[Stored data entries]
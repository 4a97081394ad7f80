using System.Collections.Immutable;
using System.Globalization;
using BladeLoads.Results.Comparison;
using CsvHelper;

namespace BladeLoads.Results.Report;

/// <summary>Reads <c>changes.csv</c> back, as far as the report shows it.</summary>
public static class StoredChanges
{
    private static readonly CsvReaderOptions Options = new() { Separator = ',', HasHeader = false, AllowLineBreaksInQuotes = true };

    /// <summary>What moved by a percentage that is told, the largest first; none where the table is not one of ours.</summary>
    public static ImmutableArray<ReportedChange> Parse(byte[] utf8)
    {
        const double Least = 0.005;    // percent: less is shown as 0.00
        try
        {
            using var rows = CsvReader.Create(utf8, Options);
            if (!rows.Read() || !Enumerable.Range(0, rows.FieldCount).Select(i => rows.GetString(i)).SequenceEqual(ChangesTable.Columns))
                return [];
            var (caseName, figure, unit, old, now, percent) = (
                Column("case"), Column("figure"), Column("unit"), Column("old"), Column("new"), Column("difference_percent"));
            var changes = new List<ReportedChange>();
            while (rows.Read())
                if (Number(rows.GetString(percent)) is { } moved && Math.Abs(moved) >= Least)
                    changes.Add(new ReportedChange(
                        rows.GetString(caseName), rows.GetString(figure), rows.GetString(unit), Number(rows.GetString(old)),
                        Number(rows.GetString(now)), moved));
            return [.. changes.OrderByDescending(c => Math.Abs(c.Percent))];
        }
        catch (Exception e) when (e is CsvFormatException or CsvValidationException or ArgumentException)
        {
            return [];
        }
    }

    private static int Column(string name) => ChangesTable.Columns.IndexOf(name);

    private static double? Number(string cell)
        => double.TryParse(cell, NumberStyles.Float, CultureInfo.InvariantCulture, out var number) && double.IsFinite(number) ? number : null;
}
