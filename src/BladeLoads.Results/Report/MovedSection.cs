using System.Globalization;
using System.Xml.Linq;
using static BladeLoads.Results.Report.Html;
using static BladeLoads.Results.Wording.FigureText;

namespace BladeLoads.Results.Report;

/// <summary>What the last run that solved anything moved, case by case, with the reason.</summary>
internal static class MovedSection
{
    private const int MostCases = 40;

    public static XElement? Of(StudyReport report) => report.Moved.IsEmpty ? null : Element(
        "section", Text("h2", "What the last run that solved anything moved"),
        report.Moved.Take(MostCases).Select(CaseOf),
        report.Moved.Length > MostCases
            ? Text("p", string.Create(CultureInfo.InvariantCulture, $"{report.Moved.Length - MostCases} more cases are in changes.csv."))
            : null);

    private static XElement CaseOf(MovedCase moved) => Element(
        "section", Text("h3", moved.Why.Length == 0 ? moved.Case : $"{moved.Case} ({moved.Why})"),
        moved.Note.Length == 0 ? null : Text("p", moved.Note),
        moved.Figures.IsEmpty ? null : Table(
            1..^1, ["figure", "before", "m/s", "now", "m/s", "change, %", ""],
            moved.Figures.Select(f => (string[])
            [
                f.Unit.Length == 0 ? f.Figure : $"{f.Figure}, {f.Unit}", Value(f, f.Old), Figure(f.OldAt), Value(f, f.New), Figure(f.NewAt),
                Percent(f.Percent), f.Note,
            ])));

    private static string Value(MovedFigure figure, double? value) => figure.Unit switch
    {
        "" => Coefficient(value),
        "points" => value?.ToString("0", CultureInfo.InvariantCulture) ?? None,
        _ => Figure(value),
    };
}
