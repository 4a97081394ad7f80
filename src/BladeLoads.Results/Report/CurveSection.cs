using System.Globalization;
using System.Xml.Linq;
using BladeLoads.Results.Pictures;
using BladeLoads.Results.Wording;
using static BladeLoads.Results.Report.Html;

namespace BladeLoads.Results.Report;

/// <summary>The curves of all cases, those of one case file together.</summary>
internal static class CurveSection
{
    private const int MostPictures = 40;

    public static XElement? Of(StudyReport report)
    {
        var groups = report.Cases.Where(c => c.Curve is not null).GroupBy(c => c.File, StringComparer.Ordinal)
            .Select(group => (File: group.Key, Pages: group.Chunk(CurvePicture.MostLines).ToList())).ToList();
        var pages = groups.SelectMany(g => g.Pages.Select((cases, i) => (g.File, Cases: cases, Number: i + 1, Of: g.Pages.Count))).ToList();
        var flat = report.Cases.Where(c => c.Curve is { } curve && !new CurvePicture("", [new CurveLine(c.Row.Case, curve)]).HasLines).Select(c => c.Row.Case).ToList();
        return pages.Count == 0 ? null : Element(
            "section", Text("h2", "Curves"),
            flat.Count == 0 ? null : Text("p", $"Not drawn, with one wind speed only: {string.Join(", ", flat)}."),
            pages.Take(MostPictures).Select(page => Picture(page.File, page.Cases, page.Number, page.Of)),
            pages.Count > MostPictures
                ? Text("p", string.Create(CultureInfo.InvariantCulture, $"{pages.Count - MostPictures} more pictures are left out; every curve is in its power-curve.csv."))
                : null);
    }

    private static XElement? Picture(string file, ReportedCase[] cases, int number, int of)
    {
        var title = file + (of == 1 ? "" : string.Create(CultureInfo.InvariantCulture, $" ({number} of {of})"));
        var picture = new CurvePicture($"curves of {title}", [.. cases.Select(c => new CurveLine(c.Row.Case, c.Curve!))]);
        return !picture.HasLines ? null : Element(
            "figure",
            Text("figcaption", title),
            new XElement(
                "img", new XAttribute("alt", Printable.Of($"power, thrust, moment and operation over wind speed: {string.Join(", ", cases.Select(c => c.Row.Case))}")),
                new XAttribute("src", "data:image/svg+xml;base64," + Convert.ToBase64String(PictureFile.Svg(picture)))));
    }
}
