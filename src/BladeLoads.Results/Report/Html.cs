using System.Xml.Linq;
using BladeLoads.Results.Wording;

namespace BladeLoads.Results.Report;

/// <summary>Pieces of a page. Whatever stands in a text is shown as text: elements are never made of strings.</summary>
internal static class Html
{
    // An empty element would be written as <td />, which a browser takes for an element that is not closed.
    public static XElement Element(string name, params object?[] content)
    {
        var element = new XElement(name, content);
        if (element.IsEmpty)
            element.Value = "";
        return element;
    }

    public static XElement Text(string name, string text) => Element(name, Printable.Of(text));

    public static XElement Class(this XElement element, string names)
    {
        element.SetAttributeValue("class", names);
        return element;
    }

    /// <summary>A table with a heading row; cells that are numbers stand to the right.</summary>
    /// <param name="numbers">The columns that hold numbers.</param>
    public static XElement Table(Range numbers, IReadOnlyList<string> headings, IEnumerable<IReadOnlyList<string>> rows)
    {
        var (from, count) = numbers.GetOffsetAndLength(headings.Count);
        XElement Cell(string name, string text, int column)
            => column >= from && column < from + count ? Text(name, text).Class("n") : Text(name, text);
        return Element(
            "table",
            Element("thead", Element("tr", headings.Select((text, i) =>
            {
                var cell = Cell("th", text, i);
                cell.SetAttributeValue("scope", "col");
                return cell;
            }))),
            Element("tbody", rows.Select(row => Element("tr", row.Select((text, i) => Cell("td", text, i))))));
    }
}
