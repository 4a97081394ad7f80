using System.Collections.Immutable;
using System.Globalization;
using BladeLoads.Results.Comparison;
using CsvHelper;

namespace BladeLoads.Results.Report;

/// <summary>Reads <c>changes.csv</c> back, as far as the report shows it.</summary>
public static class StoredChanges
{
    private const double LeastPercent = 0.005;    // less is shown as 0.00

    private static readonly CsvReaderOptions Options = new() { Separator = ',', HasHeader = false, AllowLineBreaksInQuotes = true };

    /// <summary>The cases of which something moved, was lost, is new or could not be compared; none where the table is not one of ours.</summary>
    public static ImmutableArray<MovedCase> Parse(byte[] utf8)
    {
        try
        {
            using var rows = CsvReader.Create(utf8, Options);
            if (!rows.Read() || !Cells(rows).SequenceEqual(ChangesTable.Columns))
                return [];
            var lines = new List<string[]>();
            while (rows.Read())
                lines.Add(Cells(rows));
            return [.. lines.Where(cells => cells.Length == ChangesTable.Columns.Length).GroupBy(cells => Cell(cells, "case"), StringComparer.Ordinal)
                .Select(group => CaseOf(group.Key, [.. group])).Where(moved => !moved.Figures.IsEmpty || moved.Note.Length > 0)];
        }
        catch (Exception e) when (e is CsvFormatException or CsvValidationException or ArgumentException)
        {
            return [];
        }
    }

    private static MovedCase CaseOf(string name, string[][] rows)
    {
        var isCompared = rows.Any(cells => Cell(cells, "figure").Length > 0);
        return new MovedCase(
            name, Cell(rows[0], "why"), isCompared || Cell(rows[0], "note").Length == 0 ? "" : $"{Cell(rows[0], "comparison")}: {Cell(rows[0], "note")}",
            [.. rows.Where(cells => Cell(cells, "figure").Length > 0).Select(FigureOf).Where(IsTold)]);
    }

    private static MovedFigure FigureOf(string[] cells) => new(
        Cell(cells, "figure"), Cell(cells, "unit"), Number(cells, "old"), Number(cells, "old_wind_speed_m_s"), Number(cells, "new"),
        Number(cells, "new_wind_speed_m_s"), Number(cells, "difference_percent"), Cell(cells, "note"));

    private static bool IsTold(MovedFigure figure)
        => figure.Percent is { } percent ? Math.Abs(percent) >= LeastPercent || figure.Note.Length > 0 : figure.Note.Length > 0 || figure.Old != figure.New;

    private static string[] Cells(CsvReader rows) => [.. Enumerable.Range(0, rows.FieldCount).Select(i => rows.GetString(i))];

    private static string Cell(string[] cells, string column) => cells[ChangesTable.Columns.IndexOf(column)];

    private static double? Number(string[] cells, string column)
        => double.TryParse(Cell(cells, column), NumberStyles.Float, CultureInfo.InvariantCulture, out var number) && double.IsFinite(number) ? number : null;
}
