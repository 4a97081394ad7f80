using System.Collections.Immutable;
using System.Globalization;
using System.Xml.Linq;
using BladeLoads.Results.Comparison;
using BladeLoads.Results.Receipts;
using BladeLoads.Results.Wording;
using static BladeLoads.Results.Report.Html;

namespace BladeLoads.Results.Report;

/// <summary>The figures of all cases, their difference to the baseline, and the marks they carry.</summary>
internal static class SummarySection
{
    private const double JoulesPerMegawattHour = 3.6e9;

    public static XElement Of(StudyReport report)
    {
        var baseline = report.Cases.FirstOrDefault(c => c.Row.Case == report.Baseline)?.Row.Summary;
        return Element(
            "section", Text("h2", "Summary"), Figures(report.Cases),
            Text("p", "Largest values over the rows of the curve and the design points in operation; moments at the blade root. m/s: the wind speed there."),
            baseline is null ? null : Differences(report, baseline),
            Marks(report.Cases));
    }

    private static XElement Figures(ImmutableArray<ReportedCase> cases)
    {
        var hasEnergy = cases.Any(c => c.Row.Summary?.Energy is not null);
        return Table(
            1..^1,
            [
                "case", "best power coefficient", "at tip-speed ratio", "electrical power, kW", "rated at, m/s", "thrust, kN", "m/s",
                "flapwise moment, kNm", "m/s", "edgewise moment, kNm", "m/s", .. hasEnergy ? (string[])["net energy, MWh a year", "capacity factor"] : [],
                "state, marks with their points",
            ],
            cases.Select(c => (string[])[c.Row.Case, .. Figures(c.Row.Summary, hasEnergy), State(c)])).Class("figures");
    }

    private static string[] Figures(CaseSummary? s, bool hasEnergy) =>
    [
        s?.BestPowerCoefficient?.Value.ToString("0.0000", CultureInfo.InvariantCulture) ?? None, Figure(s?.BestTipSpeedRatio),
        Figure(s?.LargestElectricalPower?.Value / 1000), Figure(s?.RatedWindSpeed), Figure(s?.LargestThrust?.Value / 1000),
        Figure(s?.LargestThrust?.WindSpeed), Figure(s?.LargestFlapwiseMoment?.Value / 1000), Figure(s?.LargestFlapwiseMoment?.WindSpeed),
        Figure(s?.LargestEdgewiseMoment?.Value / 1000), Figure(s?.LargestEdgewiseMoment?.WindSpeed),
        .. hasEnergy ? (string[])[Figure(s?.Energy?.AnnualEnergy / JoulesPerMegawattHour), Figure(s?.Energy?.CapacityFactor)] : [],
    ];

    private static string State(ReportedCase c)
        => string.Join(' ', new[] { c.Row.State == "current" ? "" : c.Row.State, c.Row.Summary?.MarksText ?? "" }.Where(text => text.Length > 0));

    private static object[] Differences(StudyReport report, CaseSummary baseline)
    {
        var others = report.Cases.Where(c => c.Row.Summary is not null && c.Row.Case != report.Baseline).ToList();
        if (others.Count == 0)
            return [];
        return
        [
            Text("h3", $"Difference to {report.Baseline}, %"),
            Table(
                1.., ["case", "best power coefficient", "electrical power", "rated wind speed", "thrust", "flapwise moment", "annual energy"],
                others.Select(c =>
                {
                    var d = BaselineDifference.Between(c.Row.Summary!, baseline);
                    return (string[])
                    [
                        c.Row.Case, Percent(d.BestPowerCoefficient), Percent(d.LargestElectricalPower), Percent(d.RatedWindSpeed), Percent(d.LargestThrust),
                        Percent(d.LargestFlapwiseMoment), Percent(d.AnnualEnergy),
                    ];
                })),
        ];
    }

    private static object[] Marks(ImmutableArray<ReportedCase> cases)
    {
        var carried = StatusWords.PointWords.Where(m => cases.Any(c => c.Row.Summary?.Marks.ContainsKey(m.Word) == true)).ToList();
        return carried.Count == 0 ? [] :
        [
            Text("h3", "Marks"),
            Table(^0.., ["mark", "means"], carried.Select(m => (string[])[m.Word, MarkText.Of(m.Mark)])),
        ];
    }
}
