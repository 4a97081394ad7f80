namespace BladeLoads.Results.Report;

/// <summary>The look of the page, on a screen and on A4.</summary>
internal static class ReportStyle
{
    public const string Text = """

        body { font: 14px/1.45 'DejaVu Sans', Verdana, sans-serif; color: #202020; max-width: 1180px; margin: 24px auto; padding: 0 16px; }
        h1 { font-size: 24px; margin: 0 0 4px; }
        h2 { font-size: 17px; margin: 28px 0 8px; border-bottom: 1px solid #b0b0b0; }
        h3 { font-size: 14px; margin: 16px 0 4px; }
        table { border-collapse: collapse; font-size: 12px; margin: 6px 0; }
        th, td { border: 1px solid #d0d0d0; padding: 2px 6px; text-align: left; vertical-align: top; overflow-wrap: anywhere; }
        th { background: #f1f3f5; font-weight: 600; overflow-wrap: normal; }
        td:first-child { min-width: 16em; }
        td:first-child, th { hyphens: none; }
        .figures td:last-child { min-width: 9em; }
        .cases td:nth-child(2) { min-width: 16em; }
        .n { text-align: right; font-variant-numeric: tabular-nums; overflow-wrap: normal; }
        .origin, footer { color: #505050; }
        .caution { border: 2px solid #b04000; padding: 0 14px 4px; margin-top: 16px; }
        .caution h2 { border: 0; margin-top: 10px; }
        .sign table { width: 100%; }
        .sign td { height: 30px; width: 26%; }
        .sign td:first-child { width: 14%; min-width: 0; }
        .receipt td { font-size: 11px; }
        figure { margin: 12px 0 20px; break-inside: avoid; }
        figcaption { font-weight: 600; margin-bottom: 4px; }
        img { width: 100%; max-width: 794px; height: auto; }
        footer { margin: 28px 0; }
        @page { size: A4 landscape; margin: 12mm; }
        @media print { body { margin: 0; max-width: none; padding: 0; font-size: 10pt; } table { font-size: 7.5pt; } tr, .receipt { break-inside: avoid; } }

        """;
}
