package benchmark;

import freshet.http.Calculation;
import freshet.http.binding.Rows;
import freshet.http.binding.SeriesControls.Format;
import freshet.http.binding.SeriesRequest;
import freshet.http.media.Bytes;
import freshet.http.media.RowWriter;
import java.io.ByteArrayInputStream;
import java.io.IOException;
import java.io.OutputStream;
import java.nio.charset.StandardCharsets;
import java.util.Random;
import java.util.Set;
import java.util.concurrent.TimeUnit;
import org.openjdk.jmh.annotations.Benchmark;
import org.openjdk.jmh.annotations.BenchmarkMode;
import org.openjdk.jmh.annotations.Fork;
import org.openjdk.jmh.annotations.Measurement;
import org.openjdk.jmh.annotations.Mode;
import org.openjdk.jmh.annotations.OperationsPerInvocation;
import org.openjdk.jmh.annotations.OutputTimeUnit;
import org.openjdk.jmh.annotations.Param;
import org.openjdk.jmh.annotations.Scope;
import org.openjdk.jmh.annotations.Setup;
import org.openjdk.jmh.annotations.State;
import org.openjdk.jmh.annotations.Warmup;
import org.springframework.context.annotation.AnnotationConfigApplicationContext;

/** The way of a row through a series without HTTP: read, checked, computed, written; time for one row. */
@State(Scope.Thread)
@BenchmarkMode(Mode.AverageTime)
@OutputTimeUnit(TimeUnit.NANOSECONDS)
@Fork(1)
@Warmup(iterations = 4, time = 2)
@Measurement(iterations = 5, time = 2)
public class RowBenchmark {

    private static final int ROWS = 10_000;

    /** Medium of the rows. */
    @Param({"JSON", "CSV", "NDJSON"})
    public Format format = Format.JSON;

    private Calculation<?, ?> speciation;
    private byte[] body = {};

    /** Makes the rows. */
    @Setup
    public void rows() throws ClassNotFoundException {
        try (var context =
                new AnnotationConfigApplicationContext(Class.forName("freshet.ammonia.web.AmmoniaCalculations"))) {
            speciation = context.getBean("ammoniaSpeciation", Calculation.class);
        }
        Random random = new Random(1);
        StringBuilder text = new StringBuilder();
        for (int i = 0; i < ROWS; i++) {
            text.append(row(random, i == 0));
        }
        body = (format == Format.JSON ? "{\"items\":[" + text + "]}" : text.toString())
                .getBytes(StandardCharsets.US_ASCII);
    }

    private String row(Random random, boolean first) {
        Object[] values = {
            random.nextInt(10, 500) / 100.0, random.nextInt(650, 900) / 100.0, random.nextInt(50, 300) / 10.0
        };
        String json = "{\"tan_mg_per_l\":%s,\"ph\":%s,\"temperature_c\":%s}".formatted(values);
        return switch (format) {
            case JSON -> first ? json : "," + json;
            case NDJSON -> json + "\n";
            case CSV -> (first ? "tan_mg_per_l,ph,temperature_c\n" : "") + "%s,%s,%s\n".formatted(values);
        };
    }

    /** All of it. */
    @Benchmark
    @OperationsPerInvocation(ROWS)
    public int row() throws IOException {
        return run(speciation);
    }

    /** Read and written only. */
    @Benchmark
    @OperationsPerInvocation(ROWS)
    public void bare() throws IOException {
        BareSeries.copy(format, new ByteArrayInputStream(body), OutputStream.nullOutputStream());
    }

    private <I extends Record, O extends Record> int run(Calculation<I, O> calculation) throws IOException {
        SeriesRequest<I> request = SeriesRequest.fromQuery(calculation.inputs(), null);
        Rows<I> rows = request.rows(format, Set.of(), new ByteArrayInputStream(body));
        RowWriter writer = RowWriter.of(format, calculation.outputs(), request.controls(), "/");
        Bytes out = new Bytes(64 * 1024);
        writer.start(rows.carried(), out);
        int sum = 0;
        while (rows.next()) {
            writer.answer(rows, calculation.function().apply(rows.inputs()), out);
            if (out.length() > 32 * 1024) {
                sum += out.length();
                out.dropTo(0);
            }
        }
        return sum + out.length();
    }
}
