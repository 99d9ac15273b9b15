package freshet.http.binding;

import static org.assertj.core.api.Assertions.assertThat;

import freshet.ammonia.AmmoniaMethod;
import java.util.List;
import org.junit.jupiter.api.Test;
import org.junit.jupiter.params.ParameterizedTest;
import org.junit.jupiter.params.provider.CsvSource;

class NamesTest {

    private static final List<String> KNOWN =
            List.of("ph", "ph_scale", "temperature_c", "temperature_f", "tan_mg_per_l", "salinity");

    @Test
    void componentsBecomeSnakeCaseAndConstantsKebabCase() {
        assertThat(Names.snake("referenceRateGPerM2PerDay")).isEqualTo("reference_rate_g_per_m2_per_day");
        assertThat(Names.snake("nh3NMgPerL")).isEqualTo("nh3_n_mg_per_l");
        assertThat(Names.snake("protected_")).isEqualTo("protected");
        assertThat(Names.kebab(AmmoniaMethod.EMERSON_1975)).isEqualTo("emerson-1975");
    }

    @ParameterizedTest
    @CsvSource({
        "pH, ph",
        "phh, ph",
        "temp, temperature_c",
        "temperature, temperature_c",
        "Temperature-C, temperature_c",
        "tan, tan_mg_per_l",
        "tan_mg_l, tan_mg_per_l",
        "salinty, salinity",
    })
    void theNameThatWasMeantIsFound(String given, String meant) {
        assertThat(Names.nearest(given, KNOWN)).contains(meant);
    }

    @ParameterizedTest
    @CsvSource({"x", "nitrate", "__proto__", "''"})
    void aNameThatIsNothingLikeAnyIsNotGuessed(String given) {
        assertThat(Names.nearest(given, KNOWN)).isEmpty();
    }

    @Test
    void aNameOfAnyLengthIsSurvived() {
        assertThat(Names.nearest("p".repeat(100_000), KNOWN)).isEmpty();
    }

    /** Another unit is another number: the canonical name of the quantity goes before the name that looks most alike. */
    @Test
    void aNameWithAnotherUnitIsNotTakenForTheNextBestUnit() {
        List<String> known = List.of("ph", "alkalinity_mg_per_l_as_caco3", "alkalinity_meq_per_l", "alkalinity_dkh");
        assertThat(Names.nearest("alkalinity_ppm", known)).hasValue("alkalinity_mg_per_l_as_caco3");
        assertThat(Names.nearest("alkalinity_dkg", known)).hasValue("alkalinity_dkh");
    }
}
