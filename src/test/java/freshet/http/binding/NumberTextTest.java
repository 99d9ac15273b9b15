package freshet.http.binding;

import static org.assertj.core.api.Assertions.assertThat;

import java.util.SplittableRandom;
import java.util.regex.Pattern;
import org.junit.jupiter.api.Test;
import org.junit.jupiter.params.ParameterizedTest;
import org.junit.jupiter.params.provider.CsvSource;
import org.junit.jupiter.params.provider.ValueSource;

class NumberTextTest {

    /** The grammar of RFC 8259, section 6, as a regular expression. */
    private static final Pattern RFC_8259 = Pattern.compile("-?(0|[1-9][0-9]*)(\\.[0-9]+)?([eE][+-]?[0-9]+)?");

    @ParameterizedTest
    @ValueSource(strings = {"0", "-0", "7", "7.5", "-0.001", "1e5", "1E+2", "2.5e-3", "1e999", "100"})
    void whatRfc8259AllowsIsANumber(String text) {
        assertThat(NumberText.isNumber(text)).isTrue();
    }

    @ParameterizedTest
    @ValueSource(
            strings = {
                "",
                "-",
                "+5",
                ".5",
                "5.",
                "1.e3",
                "01",
                "-01",
                "7,5",
                "0x1p3",
                "NaN",
                "Infinity",
                "-Infinity",
                "1e",
                "1e+",
                "8.1d",
                " 5",
                "5 ",
                "1_000",
                "1 000",
                "٣",
                "1e1.5",
                "--1",
                "123456789012345678901234567890123"
            })
    void anythingElseIsNot(String text) {
        assertThat(NumberText.isNumber(text)).isFalse();
    }

    @Test
    void randomTextIsJudgedAsTheGrammarJudgesIt() {
        SplittableRandom random = new SplittableRandom(8259);
        String alphabet = "0123456789000+-..eE x,";
        for (int i = 0; i < 500_000; i++) {
            StringBuilder text = new StringBuilder();
            for (int n = random.nextInt(12); n > 0; n--) {
                text.append(alphabet.charAt(random.nextInt(alphabet.length())));
            }
            assertThat(NumberText.isNumber(text.toString()))
                    .as(text.toString())
                    .isEqualTo(RFC_8259.matcher(text).matches());
            NumberText.corrected(text.toString())
                    .ifPresent(spelling -> assertThat(NumberText.isNumber(spelling))
                            .as(spelling)
                            .isTrue());
        }
    }

    @ParameterizedTest
    @CsvSource(
            delimiter = '|',
            value = {
                ".5|0.5",
                "+5|5",
                "7,5|7.5",
                " 8.1 |8.1",
                "8.1d|8.1",
                "007|7",
                "5.|5",
                "-.5|-0.5",
                "'25'|25",
                "00|0"
            })
    void theSpellingThatWasMeantIsShown(String text, String meant) {
        assertThat(NumberText.corrected(text)).contains(meant);
    }

    @ParameterizedTest
    @ValueSource(strings = {"NaN", "0x1p3", "five", "1,000.5", "-", "", ",", "1e9999"})
    void whereNothingWasSurelyMeantNothingIsShown(String text) {
        assertThat(NumberText.corrected(text)).isEmpty();
    }
}
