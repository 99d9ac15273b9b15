package benchmark;

import de.siegmar.fastcsv.reader.CsvReader;
import de.siegmar.fastcsv.reader.CsvRecord;
import freshet.http.binding.SeriesControls.Format;
import freshet.http.media.Bytes;
import freshet.http.media.SameBytes;
import jakarta.servlet.http.HttpServlet;
import jakarta.servlet.http.HttpServletRequest;
import jakarta.servlet.http.HttpServletResponse;
import java.io.BufferedReader;
import java.io.IOException;
import java.io.InputStream;
import java.io.InputStreamReader;
import java.io.OutputStream;
import java.nio.charset.StandardCharsets;
import tools.jackson.core.JsonParser;
import tools.jackson.core.JsonToken;
import tools.jackson.core.ObjectReadContext;
import tools.jackson.core.json.JsonFactory;

/**
 * The bound of a series: reads the numbers of each row with the same libraries and writes as many bytes of the same form,
 * but checks nothing and computes nothing.
 */
final class BareSeries extends HttpServlet {

    private static final long serialVersionUID = 1L;
    private static final JsonFactory FACTORY = new JsonFactory();
    private static final int MUCH = 32 * 1024;

    @Override
    protected void doPost(HttpServletRequest request, HttpServletResponse response) throws IOException {
        for (Format format : Format.values()) {
            if (format.mediaType().equals(request.getContentType())) {
                copy(format, request.getInputStream(), response.getOutputStream());
            }
        }
    }

    static void copy(Format format, InputStream in, OutputStream out) throws IOException {
        Bytes bytes = new Bytes(MUCH + 4096);
        switch (format) {
            case CSV -> csv(in, bytes, out);
            case NDJSON -> lines(in, bytes, out);
            case JSON -> {
                try (JsonParser parser = FACTORY.createParser(ObjectReadContext.empty(), in)) {
                    json(parser, new SameBytes(Format.JSON), bytes, out);
                }
            }
        }
        out.write(bytes.array(), 0, bytes.length());
    }

    private static void csv(InputStream in, Bytes bytes, OutputStream out) throws IOException {
        SameBytes writer = new SameBytes(Format.CSV);
        boolean header = true;
        try (CsvReader<CsvRecord> rows = CsvReader.builder().ofCsvRecord(in)) {
            for (CsvRecord row : rows) {
                if (!header) {
                    double[] values = new double[row.getFieldCount()];
                    for (int i = 0; i < values.length; i++) {
                        values[i] = Double.parseDouble(row.getField(i));
                    }
                    writer.row(values, bytes);
                    send(bytes, out);
                }
                header = false;
            }
        }
    }

    private static void lines(InputStream in, Bytes bytes, OutputStream out) throws IOException {
        SameBytes writer = new SameBytes(Format.NDJSON);
        BufferedReader lines = new BufferedReader(new InputStreamReader(in, StandardCharsets.UTF_8));
        for (String line = lines.readLine(); line != null; line = lines.readLine()) {
            try (JsonParser parser = FACTORY.createParser(ObjectReadContext.empty(), line)) {
                json(parser, writer, bytes, out);
            }
        }
    }

    private static void json(JsonParser parser, SameBytes writer, Bytes bytes, OutputStream out) throws IOException {
        double[] values = new double[3];
        int count = 0;
        for (JsonToken token = parser.nextToken(); token != null; token = parser.nextToken()) {
            if (token == JsonToken.VALUE_NUMBER_FLOAT || token == JsonToken.VALUE_NUMBER_INT) {
                values[count++] = parser.getDoubleValue();
            } else if (token == JsonToken.END_OBJECT && count > 0) {
                writer.row(values, bytes);
                send(bytes, out);
                count = 0;
            }
        }
    }

    private static void send(Bytes bytes, OutputStream out) throws IOException {
        if (bytes.length() >= MUCH) {
            out.write(bytes.array(), 0, bytes.length());
            bytes.dropTo(0);
        }
    }
}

### [Exercise details]
Would you give the number of lines of the data that include the string "JsonFactory"? Nothing else is wanted.

### [Answer to this problem]
2